姓黃的之所以敢這么做,指不定有什么依仗,為了這點東西得罪人,有些得不償失。
反正自己以后也不怎么來小食堂,且慣他這一回,等他貪念大了,總歸會有人出手整治他。
看唐植桐拿定了主意,霍效平只是點了點頭,什么都沒說。
唐植桐安排同學在這邊燒水,額外叮囑他們一定要盯著燒水壺和暖瓶,不要脫離視線。
姓黃的既然已經心生不滿,那就得防著他使壞。
雖然做不了大惡,但往燒水壺里吐口唾沫、摻點洗手水、洗腳水還是有可能的,傷不到人,但噁心人。
回到包間后,唐植桐跟科研班的同學撿好聽的聊,絕對不聊供應,而是了解船模的進展,能給點建議就給點建議,比如通過改變船底的設計減少阻力等。
等燒水的同學拎著暖瓶進來,大家倒上水,就跟開茶話會似的,又聊了個把小時,唐植桐才起身宣布慶功宴勝利閉幕。
留下餐具、暖瓶任由食堂的小伙子收拾,一幫大學生魚貫而出。
科研班的同學回教室,唐植桐留在最后,向萬向紅了解在校情況:“向紅,姓岳的那小子最近沒再騷擾你吧”
“沒有,有陣子沒見到他了。

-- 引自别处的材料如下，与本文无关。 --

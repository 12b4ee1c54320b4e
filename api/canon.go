package api

import (
	"errors"
	"fmt"
	"math"
	"net/http"
	"net/url"
	"slices"
	"strconv"
	"strings"

	"github.com/labstack/echo/v4"

	"regimed/regime/canon"
	"regimed/regime/input"
)

// CanonResult is a canonical solution evaluated.
type CanonResult struct {
	Name      string         `json:"name"`
	Arguments OrderedMembers `json:"arguments"`
	Values    []CanonValue   `json:"values"`
}

// CanonValue is one result; null where the solution has none at these arguments.
type CanonValue struct {
	ID    string   `json:"id"`
	Value *float64 `json:"value"`
}

// canon evaluates a canonical solution whose arguments stand in the query.
func (s *Server) canon(c echo.Context) error {
	name := c.Param("name")
	e := canon.Find(name)
	if e == nil {
		return problem(notFound, unknownCanon(name))
	}
	values, violations, err := parameters(c, argumentNames(e)...)
	if err != nil {
		return err
	}
	result, more := evaluate(e, values)
	if violations = append(violations, more...); len(violations) > 0 {
		slices.SortStableFunc(violations, func(a, b input.Violation) int { return strings.Compare(a.Pointer, b.Pointer) })
		return violated(invalidQuery, "The query", violations)
	}
	body, err := encode(result)
	if err != nil {
		return err
	}
	return send(c, http.StatusOK, typeJSON, body)
}

func unknownCanon(name string) string {
	var known []string
	for _, e := range canon.All() {
		known = append(known, e.Name)
	}
	if near := input.Nearest(name, known); len(near) > 0 {
		return fmt.Sprintf("No canonical solution has this name. Did you mean %s?", strings.Join(near, " or "))
	}
	return "No canonical solution has this name; /v1/catalog/canon lists them."
}

func argumentNames(e *canon.Entry) []string {
	var names []string
	for i := range e.Args {
		names = append(names, e.Args[i].Name)
	}
	return names
}

// evaluate reads the arguments, checks them, and evaluates the solution.
func evaluate(e *canon.Entry, values url.Values) (*CanonResult, []input.Violation) {
	var bad input.Violations
	args := make([]float64, len(e.Args))
	result := &CanonResult{Name: e.Name}
	for i := range e.Args {
		a := &e.Args[i]
		args[i] = readArgument(a, values, &bad)
		if n := len(a.Choices); n > 0 && args[i] >= 0 && int(args[i]) < n {
			result.Arguments = append(result.Arguments, Member{a.Name, a.Choices[int(args[i])]})
		} else {
			result.Arguments = append(result.Arguments, Member{a.Name, number(args[i])})
		}
	}
	if bad.Any() {
		return nil, bad.List()
	}
	out, err := e.Evaluate(args)
	if err != nil {
		return nil, refused(e, err, values)
	}
	for i, x := range out {
		result.Values = append(result.Values, CanonValue{e.Outputs[i].ID, number(x)})
	}
	return result, nil
}

// readArgument reads one argument: a number within its range, or a choice by
// name, as its index.
func readArgument(a *canon.Arg, values url.Values, bad *input.Violations) float64 {
	pointer := "/" + a.Name
	if !values.Has(a.Name) {
		if !a.Optional {
			bad.Add(pointer, input.MissingField, fmt.Sprintf("%s is needed: %s.", a.Name, a.Doc), nil)
		}
		return a.Default
	}
	text := values.Get(a.Name)
	if len(a.Choices) > 0 {
		i := slices.Index(a.Choices, text)
		if i < 0 {
			bad.Add(pointer, input.UnknownChoice, fmt.Sprintf("%s is one of %s.", a.Name, strings.Join(a.Choices, ", ")), jsonString(text))
		}
		return float64(i)
	}
	x, err := strconv.ParseFloat(text, 64)
	switch {
	case math.IsNaN(x) || math.IsInf(x, 0):
		bad.Add(pointer, input.NotFinite, fmt.Sprintf("%s is no number that can be computed with.", a.Name), jsonString(text))
	case err != nil:
		bad.Add(pointer, input.WrongType, fmt.Sprintf("%s is a pure number, such as 0.5.", a.Name), jsonString(text))
	case x < a.Min || x > a.Max:
		bad.Add(pointer, input.OutOfRange, fmt.Sprintf("%s must lie within %g and %g.", a.Name, a.Min, a.Max), jsonString(text))
	}
	return x
}

// refused turns an error of the solution itself into a violation: arguments
// that are each in range and not so together.
func refused(e *canon.Entry, err error, values url.Values) []input.Violation {
	var bad input.Violations
	var outside *canon.RangeError
	if !errors.As(err, &outside) {
		bad.Add("", input.OutOfRange, fmt.Sprintf("%s has no value at these arguments.", e.Name), nil)
		return bad.List()
	}
	pointer, raw := "", []byte(nil)
	if slices.Contains(argumentNames(e), outside.Arg) {
		pointer = "/" + outside.Arg
		if values.Has(outside.Arg) {
			raw = jsonString(values.Get(outside.Arg))
		}
	}
	bad.Add(pointer, input.OutOfRange, outside.Error()+".", raw)
	return bad.List()
}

聽同學說他最近很倒霉,上次被洋辣子蟄的傷還沒好利索,出校門后又和校外人員起了衝突,被收拾了一頓。那群校外人員也缺德,聽說好幾個人把他給摁住,又拿著洋辣子在他身上掃了一遭。”萬向紅嘴上說著缺德,實際上嘴角已經快壓不住了。
“哦是嘛真是人才,哪疼捅哪。”唐植桐將目光對準了霍效平,這娃的嘴角上翹,翹的辛苦,生怕別人知道這種好事跟他有關係。
“你看我干嘛”霍效平被唐植桐看的有些心虛,終於將嘴角上翹的角度給拉平了一些。
“看你一表人才,骨骼清奇,是個能干大事的人。”唐植桐笑呵呵,也不點破他那點小心思。

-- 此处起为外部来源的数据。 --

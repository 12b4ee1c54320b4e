package api

import (
	"bytes"
	"net/http"
	"net/http/httptest"
	"slices"
	"strings"
	"testing"
)

// accepting posts the riser with what a caller accepts.
func accepting(s *Server, query string, accept ...string) *httptest.ResponseRecorder {
	r := httptest.NewRequest(http.MethodPost, "/v1/classify"+query, strings.NewReader(riser))
	r.Header.Set("Content-Type", "application/json")
	for _, a := range accept {
		r.Header.Add("Accept", a)
	}
	w := httptest.NewRecorder()
	s.Handler().ServeHTTP(w, r)
	return w
}

func TestNegotiation(t *testing.T) {
	s := New(Config{})
	const problemType = "application/problem+json"
	rows := []struct {
		query  string
		accept []string
		status int
		media  string
	}{
		{"", nil, 200, "application/json"},
		{"", []string{""}, 200, "application/json"},
		{"", []string{"*/*"}, 200, "application/json"},
		{"", []string{"application/*"}, 200, "application/json"},
		{"", []string{"no type, neither / this"}, 200, "application/json"},
		{"", []string{"text/html"}, 200, "text/html"},
		{"", []string{"text/html,application/xhtml+xml,application/xml;q=0.9,*/*;q=0.8"}, 200, "text/html"},
		{"", []string{"text/html;q=0.2, application/json;q=0.9"}, 200, "application/json"},
		{"", []string{"application/json;q=0.1, text/csv;q=0.5", "text/markdown;q=0.7"}, 200, "text/markdown"},
		{"", []string{"text/*"}, 200, "text/plain"},
		{"", []string{"text/*, text/plain;q=0"}, 200, "text/html"},
		{"", []string{"image/*"}, 200, "image/svg+xml"},
		{"", []string{"image/png"}, 200, "image/png"},
		{"", []string{"TEXT/CSV; charset=utf-8"}, 200, "text/csv"},
		{"", []string{"application/json;q=0, */*;q=0.5"}, 200, "text/plain"},
		{"", []string{"video/*"}, 406, problemType},
		{"", []string{"*/*;q=0"}, 406, problemType},
		{"?format=csv", []string{"text/html"}, 200, "text/csv"},
		{"?format=text", nil, 200, "text/plain"},
		{"?format=txt", nil, 200, "text/plain"},
		{"?format=md", nil, 200, "text/markdown"},
		{"?format=html", nil, 200, "text/html"},
		{"?format=svg", nil, 200, "image/svg+xml"},
		{"?format=png", nil, 200, "image/png"},
		{"?format=strip", nil, 200, "image/svg+xml"},
		{"?format=json", []string{"text/html"}, 200, "application/json"},
		{"?format=pdf", nil, 422, problemType},
		{"?format=", nil, 422, problemType},
		{"?format=html&format=csv", nil, 422, problemType},
		{"?format=html&fields=groups", nil, 422, problemType},
		{"?format=json&fields=groups", nil, 200, "application/json"},
		{"?fields=groups", []string{"text/html, */*;q=0.1"}, 200, "application/json"},
		{"?fields=groups", []string{"text/html"}, 406, problemType},
	}
	for _, row := range rows {
		w := accepting(s, row.query, row.accept...)
		media, _, _ := strings.Cut(w.Header().Get("Content-Type"), ";")
		if w.Code != row.status || media != row.media {
			t.Errorf("%s %q: %d, %s; want %d, %s", row.query, row.accept, w.Code, media, row.status, row.media)
		}
		if vary := w.Header().Values("Vary"); !slices.Equal(vary, []string{"Accept"}) {
			t.Errorf("%s %q: Vary %q", row.query, row.accept, vary)
		}
	}
	if len(rows) != 33 {
		t.Errorf("%d rows", len(rows))
	}
}

// JSON is the same however it was asked for, and a drawn form may run nothing.
func TestFormsOfClassify(t *testing.T) {
	s := New(Config{})
	usual := accepting(s, "").Body.Bytes()
	for _, w := range []*httptest.ResponseRecorder{accepting(s, "?format=json", "text/html"), accepting(s, "", "application/json;q=0.5, text/html;q=0.4")} {
		if !bytes.Equal(w.Body.Bytes(), usual) {
			t.Error("JSON differs")
		}
	}
	ran := 0
	for _, name := range FormatNames() {
		w := accepting(s, "?format="+name)
		if name != "json" && w.Header().Get("Content-Security-Policy") != recordPolicy {
			t.Errorf("%s: no policy", name)
		}
		if w.Code != http.StatusOK || w.Body.Len() == 0 {
			t.Errorf("%s: %d", name, w.Code)
		}
		ran++
	}
	if ran != 8 {
		t.Errorf("%d forms", ran)
	}
	if _, err := Draw("pdf", nil); err == nil {
		t.Error("a form pdf")
	}
}

// What a browser sends, taken apart; the usual wish for JSON is found without.
func BenchmarkNegotiate(b *testing.B) {
	accept := []string{"text/html,application/xhtml+xml,application/xml;q=0.9,*/*;q=0.8"}
	for b.Loop() {
		negotiate(accept, answerFormats)
	}
}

隨后,幾人幫著唐植桐將運早上帶過來的竹筐綁上自行車,邊聊邊朝校門口走去。
在校門口,唐植桐第一次見識到了賀平的布穀鳥。
手一伸,學聲鳥叫,布穀鳥就停落在了賀平的手指上。
霍效平雖然不是第一次見,但依舊一臉羨慕,他也想有如此通人性的鳥,哪怕是麻雀也行!
“手疼不疼”唐植桐看看布穀鳥的體型,再看看賀平被鳥爪子扣的顏色發白的指關節,問道。
“你這人真煞風景,手一伸,鳥就落手上,多搶眼啊!手疼點也能接受。”霍效平在一旁吐槽道。
“扯根帶樹杈的樹枝多好,既能跟唐三藏似的當拐杖,也能落鳥,那才叫帥氣!”唐植桐腦海中浮現出德魯伊拿著法杖,法杖上站著兩只布穀鳥的形象,要是布穀鳥再來個整點報時功能,那就更好玩了,怎么想都有種違和感。